Background

Lightworks is designed to enable the configuration of linear optic interferometers for Discrete-Variable quantum computing. These linear interferometers have application in both the qubit and boson sampling paradigms of quantum computing. A typical system configuration is shown in the image below:

The process begins with a single photon source (SPS), which generates a temporally separated train of single photons at regular intervals. The demultiplexer then uses fast switching to convert this into a set of spatially separated photons, with delay lines used to shift these photons into the same time bin. Once aligned, the created multi-photon input will enter the QPU, through which the photons will propagate while interfering with each other. The exact nature of this interference will depend on the QPU configuration. The photons then exit the QPU, at which point they are then measured to determine the results of the computation.

Boson Sampling

Boson Sampling was first proposed in [AA10]. Similar to the configuration described above, it consists of multiple indistinguishable photons being input into a linear interferometer and the output of the system measured.

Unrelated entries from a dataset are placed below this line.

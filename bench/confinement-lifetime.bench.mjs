// How the evaporation moves with the confinement scale Λ (common practice, no
// source; default 0.3 GeV): the lifetime of Standard-Model holes (a* = 0) at
// Λ/2, Λ and 2Λ, as ratios to the default, with each lifetime's error
// estimate; the mass released in the last second; and the mass whose lifetime
// is the age of the universe. The totals at one (M, a*): bench/content.bench.mjs.
//
// Run: npx tsc -b && node bench/confinement-lifetime.bench.mjs
import { DEFAULT_CONFINEMENT_SCALE_GEV, evaporateHole, massForLifetime, massLossRates, resolveContent } from '@penumbra/emission';
import { fmt, table, writeResult } from './lib.mjs';

const species = resolveContent(['standard-model']);
const scales = [DEFAULT_CONFINEMENT_SCALE_GEV / 2, DEFAULT_CONFINEMENT_SCALE_GEV, DEFAULT_CONFINEMENT_SCALE_GEV * 2];
const rates = scales.map((confinementScaleGeV) => massLossRates({ species, confinementScaleGeV }));
const rows = [];
const out = [];
for (const mass of [1e13, 1e14, 1e15]) {
  const runs = rates.map((r) => evaporateHole({ rates: r, mass, unit: 'g', aStar0: 0 }, { finalSeconds: [1] }));
  const base = runs[1];
  for (const [i, ev] of runs.entries()) {
    const last = ev.finalStages[0];
    rows.push([
      fmt(mass),
      fmt(scales[i]),
      ev.lifetimeSeconds.toExponential(3),
      fmt(ev.lifetimeSeconds / base.lifetimeSeconds, 3),
      fmt(ev.diagnostics.errorEstimate),
      last.massGrams.toExponential(4),
      fmt(last.massGrams / base.finalStages[0].massGrams, 6),
    ]);
    out.push({
      mass,
      scale: scales[i],
      lifetimeSeconds: ev.lifetimeSeconds,
      relError: ev.diagnostics.errorEstimate,
      lastSecondGrams: last.massGrams,
    });
  }
}
console.log('Standard-Model lifetime (a* = 0) with the confinement scale halved and doubled: ratio to the default');
console.log(table(['M₀ [g]', 'Λ [GeV]', 'lifetime [s]', '/ default', 'rel. error', 'last 1 s [g]', '/ default'], rows));
const age = rates.map((r) => massForLifetime({ rates: r }));
console.log('mass whose lifetime is the age of the universe (a* = 0)');
console.log(
  table(
    ['Λ [GeV]', 'mass [g]', '/ default', 'rel. error'],
    age.map((a, i) => [fmt(scales[i]), a.massGrams.toExponential(4), fmt(a.massGrams / age[1].massGrams, 4), fmt(a.relError)]),
  ),
);
writeResult('confinement-lifetime', {
  scales,
  lifetimes: out,
  ageMass: age.map((a, i) => ({ scale: scales[i], massGrams: a.massGrams, relError: a.relError })),
});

The interaction of photons as they propagate through the system turns out to create an output probability distribution which is equivalent to the calculation of the permanent for the unitary implemented by the interferometer. The permanent of a matrix is computationally hard, and so this potentially offers a route towards quantum advantage for large enough systems.

Gate-based Computing

It has also been shown that linear optic systems can be used to probabilistically implement the operations required for gate-based quantum computing. Two of the key proposals for these originate from [RLBW02] and [KLM01]. The former describes a 6 mode system which is able to implement a CNOT gate with probability of 1/9 through the use of a set of post-selection rules on the output. The latter is an 8 mode system, which requires the introduction of two additional heralding photons, and these are used to herald the gate success with a probability of 1/16. These additional heralding photons provide the advantage that the qubits themselves do not need to be measured for gate success, and can therefore progress to be used in future operations.

When using photons as qubits, it is necessary to use one of the available properties of the photons for encoding the qubit state. There are a number of options for this encoding, including the spatial, temporal and polarisation degrees of freedom. Lightworks uses a spatial mode-based framework, so it is easiest to use the spatial dual rail encoding when examining photonic gates. In actual systems, there is also some benefit to using this type of encoding. As the name suggests, dual rail encoding consists of one photon across two spatial modes, with the \(\ket{0}\) state being defined as the photon existing on one mode and the \(\ket{1}\) state defined as the photon existing on the other mode. This is shown in the figure below. A superposition state is then when the photon exists in a superposition across the two spatial modes.

Example of dual-rail encoding with two photonic modes

Note

While Lightworks does not currently support other encoding methods, it is usually possible to translate a system with any other encoding into a set of spatial modes.